■ **Information supplied**:
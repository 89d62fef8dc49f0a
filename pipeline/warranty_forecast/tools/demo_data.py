"""Seeded generator of a fictional demo scenario: nightly extracts of shipments and warranty claims.

The company (Quillmere Appliance Co.), its product lines, failure codes and every number are
invented. Each product line has a Weibull life measured from the sale date,
R(t) = exp(-(t / scale) ** shape) with t in months (days / (365.25 / 12)). One build month of one
line carries an extra early failure mode (the planted defect), and both extracts carry a handful
of planted malformed rows, each breaking exactly one input rule, listed in ``planted_defects``.

``generate_demo_data`` is pure (no I/O); ``write_demo_data`` writes the files atomically.
The same seed gives the same frames and the same bytes.
"""

from __future__ import annotations

import datetime as dt
import io
import json
import logging
import os
import tempfile
import time
from dataclasses import dataclass
from pathlib import Path
from typing import Any

import numpy as np
import pandas as pd
import pyarrow as pa
import pyarrow.parquet as pq

logger = logging.getLogger(__name__)

DEFAULT_SEED = 20261130
AS_OF_DATE = dt.date(2026, 11, 30)
DAYS_PER_MONTH = 365.25 / 12  # days in one warranty month
FIRST_BUILD_MONTH = "2021-11"
N_BUILD_MONTHS = 60  # 2021-11 .. 2026-10
COMPANY = "Quillmere Appliance Co. (fictional)"

SHIP_WINDOW_DAYS = 60  # ship date is 0..60 days after the first day of the build month
SALE_LAG_GAMMA_SHAPE = 2.0  # ship-to-sale lag ~ gamma, days
SALE_LAG_MEAN_DAYS = 45.0
UNKNOWN_SALE_FRACTION = 0.08  # shipment rows whose sale date the channel never reported
DEFAULT_WARRANTY_MONTHS = 24  # what the pipeline assumes when warranty_months is empty
MISSING_WARRANTY_FRACTION = 0.05  # rows of default-warranty lines with warranty_months left empty
LOT_SIZE_MIN, LOT_SIZE_MAX = 10, 200  # units per lot (lot-level lines)
REPORTING_LAG_MEAN_DAYS = 6.0  # failure-to-claim lag ~ exponential, whole days
REPORTING_LAG_CAP_DAYS = 60
OUT_OF_COVERAGE_WINDOW_MONTHS = 3.0  # goodwill window just beyond the warranty
OUT_OF_COVERAGE_GOODWILL_FRACTION = 0.02
REJECTED_FRACTION = 0.002  # of units, at uniform ages within warranty, unit did not fail
NO_FAULT_FOUND_FRACTION = 0.003
NO_FAULT_FOUND_COST = (20.0, 30.0)  # handling cost, uniform, currency units
CLAIM_SALE_DATE_FRACTION = 0.90  # claims carrying a proof-of-purchase date
CLAIM_ID_PREFIX = "WC"

SHIPMENT_COLUMNS = ["product", "build_month", "ship_date", "sale_date", "units", "warranty_months", "serial"]
CLAIM_COLUMNS = [
    "claim_id", "product", "build_month", "sale_date", "failure_date",
    "claim_date", "cost", "status", "failure_code", "serial",
]
PLANTED_COLUMNS = ["source_file", "row_number", "column", "reason"]
SHIPMENTS_FILE = "shipments.parquet"
CLAIMS_FILE = "claims.csv"
PLANTED_FILE = "planted_defects.csv"
TRUTH_FILE = "truth.json"
README_FILE = "README.md"

SHIPMENTS_SCHEMA = pa.schema([
    ("product", pa.string()),
    ("build_month", pa.string()),
    ("ship_date", pa.date32()),
    ("sale_date", pa.date32()),
    ("units", pa.int32()),
    ("warranty_months", pa.int16()),
    ("serial", pa.string()),
])


@dataclass(frozen=True)
class ProductLine:
    """One product line: Weibull life from the sale date (months), warranty, volume and claim cost."""

    product: str
    description: str
    shape: float  # Weibull shape, dimensionless
    scale_months: float  # Weibull scale (characteristic life), months
    warranty_months: int
    units_per_month: int  # nominal build volume, units per build month
    unit_level: bool  # True: one row per unit with a serial; False: lots without serials
    serial_prefix: str
    cost_mean: float  # mean approved claim cost, currency units
    cost_sigma_log: float  # lognormal sigma of the claim cost
    failure_codes: tuple[tuple[str, float], ...]  # (code, share of genuine failures)
    volume_phase: float  # seasonal phase of the monthly volume, radians


@dataclass(frozen=True)
class Defect:
    """An extra early failure mode carried by a fraction of one build month of one line."""

    product: str
    build_month: str
    shape: float
    scale_months: float
    fraction: float  # share of the build month's units that carry the defect
    failure_code: str


PRODUCT_LINES: tuple[ProductLine, ...] = (
    ProductLine(
        product="QDS-210", description="countertop chilled-water dispenser",
        shape=0.8, scale_months=1300.0, warranty_months=24, units_per_month=9000,
        unit_level=False, serial_prefix="", cost_mean=85.0, cost_sigma_log=0.5,
        failure_codes=(("SEAL_LEAK", 0.45), ("SOLENOID_STUCK", 0.35), ("CONTROL_BOARD_DOA", 0.20)),
        volume_phase=0.0,
    ),
    ProductLine(
        product="QCP-140", description="domestic heating circulator pump",
        shape=1.4, scale_months=400.0, warranty_months=24, units_per_month=7000,
        unit_level=False, serial_prefix="", cost_mean=60.0, cost_sigma_log=0.5,
        failure_codes=(("BEARING_NOISE", 0.50), ("IMPELLER_CRACK", 0.30), ("WINDING_OPEN", 0.20)),
        volume_phase=2.0,
    ),
    ProductLine(
        product="QHT-360", description="cordless hedge trimmer",
        shape=2.6, scale_months=110.0, warranty_months=36, units_per_month=2500,
        unit_level=True, serial_prefix="HT", cost_mean=240.0, cost_sigma_log=0.4,
        failure_codes=(("BATTERY_FADE", 0.50), ("GEARBOX_WEAR", 0.30), ("TRIGGER_SWITCH", 0.20)),
        volume_phase=4.0,
    ),
)

DEFECT = Defect(
    product="QCP-140", build_month="2025-02", shape=1.0, scale_months=4.0,
    fraction=0.04, failure_code="START_CAP_SHORT",
)

# Planted malformed rows: (reason, column) in the order they are made.
SHIPMENT_PLANTS: tuple[tuple[str, str], ...] = (
    ("missing_value", "product"),
    ("missing_value", "ship_date"),
    ("unparseable_value", "build_month"),
    ("units_below_one", "units"),
    ("shipped_before_build", "ship_date"),
    ("sold_before_shipped", "sale_date"),
    ("duplicate_serial", "serial"),
)
CLAIM_PLANTS: tuple[tuple[str, str], ...] = (
    ("missing_value", "claim_id"),
    ("unparseable_value", "failure_date"),
    ("unparseable_value", "cost"),
    ("negative_cost", "cost"),
    ("unknown_status", "status"),
    ("claim_before_failure", "claim_date"),
    ("failure_before_sale", "failure_date"),
    ("failure_before_build", "failure_date"),
    ("duplicate_claim_id", "claim_id"),
    ("cohort_never_shipped", "build_month"),
)
NEVER_SHIPPED_BUILD_MONTH = "2019-05"
_PLANT_NOTES: dict[tuple[str, str], str] = {
    ("missing_value", "product"): "product is empty",
    ("missing_value", "ship_date"): "ship_date is empty",
    ("unparseable_value", "build_month"): "build_month is `2024-13`",
    ("units_below_one", "units"): "units is 0",
    ("shipped_before_build", "ship_date"): "ship_date is before the first day of the build month",
    ("sold_before_shipped", "sale_date"): "sale_date is before ship_date",
    ("duplicate_serial", "serial"): "repeats the serial of an earlier row (this later row is the bad one)",
    ("missing_value", "claim_id"): "claim_id is empty",
    ("unparseable_value", "failure_date"): "failure_date is `2025-02-30`",
    ("unparseable_value", "cost"): "cost is `abc`",
    ("negative_cost", "cost"): "cost is -35.00",
    ("unknown_status", "status"): "status is `pending`",
    ("claim_before_failure", "claim_date"): "claim_date is before failure_date",
    ("failure_before_sale", "failure_date"): "failure_date is before the claim's own sale_date",
    ("failure_before_build", "failure_date"): "failure_date is before the first day of the build month",
    ("duplicate_claim_id", "claim_id"): "exact copy of an earlier row (this later row is the bad one)",
    ("cohort_never_shipped", "build_month"): f"build month {NEVER_SHIPPED_BUILD_MONTH} of this product never shipped",
}


@dataclass(frozen=True, eq=False)
class DemoData:
    """The generated scenario.

    shipments: rows of shipments.parquet in file order; product, build_month, serial as str,
        ship_date and sale_date as datetime64[s] (NaT = missing), units Int32, warranty_months Int16.
    claims: rows of claims.csv in file order, every column as text (str, NaN = empty field),
        because planted rows hold unparseable values.
    planted_defects: source_file, row_number (1-based data row), column, reason.
    truth: JSON-able true parameters and counts.
    as_of_date: the extract date; nothing shipped or claimed after it.
    """

    shipments: pd.DataFrame
    claims: pd.DataFrame
    planted_defects: pd.DataFrame
    truth: dict[str, Any]
    as_of_date: dt.date


@dataclass(frozen=True)
class _LineSimulation:
    """Valid shipment rows and claims of one product line (dates as days since 1970-01-01)."""

    rows: pd.DataFrame
    claims: pd.DataFrame
    stats: dict[str, Any]
    defect_stats: dict[str, int]


def _build_month_labels() -> list[str]:
    first = np.datetime64(FIRST_BUILD_MONTH, "M")
    return [str(first + i) for i in range(N_BUILD_MONTHS)]


def _days(d: dt.date) -> int:
    """Days since 1970-01-01."""
    return (d - dt.date(1970, 1, 1)).days


def _iso(days: np.ndarray, present: np.ndarray | None = None) -> np.ndarray:
    """ISO date text of day numbers; None where not present."""
    text = np.datetime_as_string(days.astype("datetime64[D]"), unit="D").astype(object)
    if present is not None:
        text[~present] = None
    return text


def _monthly_volumes(line: ProductLine, rng: np.random.Generator) -> np.ndarray:
    """Units built per build month: nominal volume, a mild season and a little noise."""
    month = np.arange(N_BUILD_MONTHS)
    season = 1.0 + 0.08 * np.sin(2.0 * np.pi * month / 12.0 + line.volume_phase)
    noise = np.exp(rng.normal(0.0, 0.05, N_BUILD_MONTHS))
    return np.maximum(1, np.rint(line.units_per_month * season * noise)).astype(np.int64)


def _split_into_lots(volume: int, rng: np.random.Generator) -> np.ndarray:
    """Lot sizes (units) summing to volume; the last lot takes the remainder."""
    sizes = rng.integers(LOT_SIZE_MIN, LOT_SIZE_MAX + 1, volume // LOT_SIZE_MIN + 1)
    total = np.cumsum(sizes)
    n_lots = int(np.searchsorted(total, volume)) + 1
    sizes = sizes[:n_lots].copy()
    sizes[-1] = volume - (total[n_lots - 2] if n_lots > 1 else 0)
    return sizes
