def test_zero_covariance_gives_the_poisson_plug_in_interval_everywhere():
    # with the parameters known the count is Poisson(plug-in expectation): scipy.stats.poisson.ppf
    data = rows()
    model = plug_in()
    result = predict_returns(data, {"P": model}, AS_OF, draws=20, levels=LEVELS, seed=4)
    detail = expected_future_returns(data, {"P": model})
    by_build = detail.groupby("build_month")["expected_returns"].sum()
    table = result.by_build_month.set_index("build_month")
    for month, value in by_build.items():
        assert table.loc[month, "expected_returns"] == pytest.approx(value, rel=1e-12)
        assert table.loc[month, ["returns_lower", "returns_median", "returns_upper"]].tolist() == (
            stats.poisson.ppf(LEVELS, value).astype(int).tolist()
        )
    by_month = forecast_by_month(detail).groupby("month")["expected_returns"].sum()
    months = result.by_month.set_index("month")
    assert list(months.index) == list(by_month.index)
    for month, value in by_month.items():
        assert months.loc[month, "expected_returns"] == pytest.approx(value, rel=1e-12)
        assert months.loc[month, "returns_upper"] == stats.poisson.ppf(0.95, value)
    total = result.by_product.set_index("horizon")
    assert total.loc[TO_WARRANTY_END, "expected"] == pytest.approx(detail["expected_returns"].sum(), rel=1e-12)
    assert total.loc[TO_WARRANTY_END, ["lower", "median", "upper"]].tolist() == (
        stats.poisson.ppf(LEVELS, detail["expected_returns"].sum()).tolist()
    )
    assert list(result.by_product.columns) == list(BY_PRODUCT_COLUMNS)
    assert list(result.by_build_month.columns) == list(BY_BUILD_MONTH_COLUMNS)
    assert result.levels == LEVELS and result.draws == 20


def test_next_12_months_are_the_12_calendar_months_after_the_as_of_month():
    # the forecast's own calendar placement (forecast_by_month), summed over July 2024 .. June 2025
    data = rows(warranty_months=[36] * 4)
    model = plug_in()
    result = predict_returns(data, {"P": model}, AS_OF, draws=5)
    by_month = forecast_by_month(expected_future_returns(data, {"P": model}))
    window = by_month[(by_month["month"] >= dt.date(2024, 7, 1)) & (by_month["month"] <= dt.date(2025, 6, 1))]
    assert window["month"].nunique() == 12
    total = result.by_product.set_index("horizon")
    assert total.loc[NEXT_12_MONTHS, "expected"] == pytest.approx(window["expected_returns"].sum(), rel=1e-12)
    assert total.loc[NEXT_12_MONTHS, "expected"] < total.loc[TO_WARRANTY_END, "expected"]
    # an as-of date in the middle of a month: the same 12 months (the rest of June is not in them)
    mid = predict_returns(data, {"P": model}, dt.date(2024, 6, 12), draws=5).by_product.set_index("horizon")
    assert mid.loc[NEXT_12_MONTHS, "expected"] == pytest.approx(total.loc[NEXT_12_MONTHS, "expected"], rel=1e-12)


def test_seeded_reruns_are_identical_and_another_seed_is_not():
    data = rows()
    costs = {"P": ClaimCosts.from_costs([40.0, 55.0, 120.0, 80.0, 61.5])}
    first = predict_returns(data, {"P": normal()}, AS_OF, draws=300, seed=7, claim_costs=costs)
    again = predict_returns(data, {"P": normal()}, AS_OF, draws=300, seed=7, claim_costs=costs)
    other = predict_returns(data, {"P": normal()}, AS_OF, draws=300, seed=8, claim_costs=costs)
    for name in ("by_build_month", "by_month", "by_product", "reserve_by_product"):
        pd.testing.assert_frame_equal(getattr(first, name), getattr(again, name))
    assert not first.reserve_by_product.equals(other.reserve_by_product)
    # a product's intervals do not depend on the other products in the run
    two = pd.concat([data, data.assign(product="Q")], ignore_index=True)
    both = predict_returns(two, {"P": normal(), "Q": normal()}, AS_OF, draws=300, seed=7, claim_costs=costs)
    pd.testing.assert_frame_equal(both.by_product[both.by_product["product"] == "P"], first.by_product)


def test_intervals_widen_with_the_covariance_and_hold_the_plug_in_expectation():
    data = rows()
    widths, expectations = [], []
    for scale in (0.0, 1.0, 4.0, 16.0):
        total = predict_returns(data, {"P": normal(scale)}, AS_OF, draws=400, seed=1).by_product.set_index("horizon")
        widths.append(total.loc[TO_WARRANTY_END, "upper"] - total.loc[TO_WARRANTY_END, "lower"])
        expectations.append(total.loc[TO_WARRANTY_END, "expected"])
        assert total.loc[TO_WARRANTY_END, "lower"] <= total.loc[TO_WARRANTY_END, "median"] <= total.loc[TO_WARRANTY_END, "upper"]
    assert widths == sorted(widths) and widths[-1] > 2 * widths[0]
    assert expectations == pytest.approx([expectations[0]] * 4, rel=1e-12)


def test_edge_cases_no_survivors_past_warranty_zero_expected_and_no_model():
    # no survivors and every row past its warranty: nothing to forecast, zero intervals, build months kept
    none_left = rows(suspensions=[0.0] * 4)
    past = rows(observed_age_months=[12.5] * 4)
    for data in (none_left, past):
        result = predict_returns(data, {"P": normal()}, AS_OF, draws=10)
        assert len(result.by_build_month) == 2 and result.by_month.empty
        assert (result.by_build_month[["expected_returns", "returns_lower", "returns_upper"]] == 0).all().all()
        assert (result.by_product[["expected", "lower", "median", "upper"]] == 0).all().all()

    class NeverFails:  # log R = 0: no parameter draws offered, zero expected returns
        def log_survival(self, t):
            return np.zeros_like(np.asarray(t, dtype=float))

    result = predict_returns(rows(), {"P": NeverFails()}, AS_OF, draws=10)
    assert (result.by_product[["expected", "lower", "upper"]] == 0).all().all()
    assert result.methods["P"] == "parameters fixed (plug-in)"
    assert any("offers no parameter draws" in note for note in result.notes)
    # a product without a model is left out; no product at all gives empty tables with the columns
    assert predict_returns(rows(product=["Q"] * 4), {"P": normal()}, AS_OF, draws=10).by_product.empty
    empty = predict_returns(rows().iloc[:0], {"P": normal()}, AS_OF, draws=10)
    assert list(empty.by_build_month.columns) == list(BY_BUILD_MONTH_COLUMNS) and empty.by_build_month.empty


def test_a_flagged_month_with_a_fixed_own_life_gets_the_poisson_interval_of_its_own_expectation():
    data = rows()
    march = dt.date(2024, 3, 1)
    own = plug_in(WEIBULL.theta(shape=1.5, scale=20.0))

    class OwnLife:  # a flagged month's life without a way to draw its parameters
        def log_survival(self, t):
            return own.log_survival(t)

    result = predict_returns(data, {"P": normal(4.0)}, AS_OF, {("P", march): OwnLife()}, draws=300, seed=2)
    alone = expected_future_returns(data[data["build_month"] == march], {"P": own})["expected_returns"].sum()
    row = result.by_build_month.set_index("build_month").loc[march]
    assert row["expected_returns"] == pytest.approx(alone, rel=1e-12)
    assert [row["returns_lower"], row["returns_median"], row["returns_upper"]] == stats.poisson.ppf(LEVELS, alone).tolist()
    assert any("2024-03" in note and "treated as fixed" in note for note in result.notes)
    # with a sampler of its own the month's interval is wider than Poisson
    sampled = predict_returns(data, {"P": normal()}, AS_OF, {("P", march): NormalApproximation(WEIBULL, own.theta, 4 * COVARIANCE)},
                              draws=300, seed=2).by_build_month.set_index("build_month").loc[march]
    assert sampled["returns_upper"] - sampled["returns_lower"] > row["returns_upper"] - row["returns_lower"]


def test_additional_expected_claims_are_known_poisson_means_on_top():
    # unreported failures or repeat claims passed as known means: with zero covariance the count is
    # Poisson(first failures + additional) (scipy.stats.poisson.ppf); a month beyond the forecast's own
    # calendar months and a build month without rows get their own aggregates
    data = rows()
    extra = pd.DataFrame({
        "product": ["P", "P", "P"],
        "build_month": [dt.date(2024, 1, 1), dt.date(2024, 3, 1), dt.date(2023, 12, 1)],
        "month": [dt.date(2024, 7, 1), dt.date(2027, 1, 1), dt.date(2024, 8, 1)],
        "expected": [4.0, 2.5, 1.25],
    })
    base = predict_returns(data, {"P": plug_in()}, AS_OF, draws=5)
    more = predict_returns(data, {"P": plug_in()}, AS_OF, additional_expected=extra, draws=5)
    before = base.by_product.set_index("horizon")
    after = more.by_product.set_index("horizon")
    assert after.loc[TO_WARRANTY_END, "expected"] == pytest.approx(before.loc[TO_WARRANTY_END, "expected"] + 7.75)
    assert after.loc[NEXT_12_MONTHS, "expected"] == pytest.approx(before.loc[NEXT_12_MONTHS, "expected"] + 5.25)
    assert after.loc[TO_WARRANTY_END, "upper"] == stats.poisson.ppf(0.95, after.loc[TO_WARRANTY_END, "expected"])
    months = more.by_month.set_index("month")
    assert months.loc[dt.date(2027, 1, 1), "expected_returns"] == 2.5
    assert months.loc[dt.date(2027, 1, 1), "returns_upper"] == stats.poisson.ppf(0.95, 2.5)
    build = more.by_build_month.set_index("build_month")
    assert build.loc[dt.date(2023, 12, 1), "expected_returns"] == 1.25
    with pytest.raises(ValueError, match="additional_expected"):
        predict_returns(data, {"P": plug_in()}, AS_OF, additional_expected=extra.assign(expected=-1.0))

■ **Brief**: Pull out each line of the entries that contains "horizon".

■ **Finished exercise**:
    total = result.by_product.set_index("horizon")
    total = result.by_product.set_index("horizon")
    mid = predict_returns(data, {"P": model}, dt.date(2024, 6, 12), draws=5).by_product.set_index("horizon")
        total = predict_returns(data, {"P": normal(scale)}, AS_OF, draws=400, seed=1).by_product.set_index("horizon")
    before = base.by_product.set_index("horizon")
    after = more.by_product.set_index("horizon")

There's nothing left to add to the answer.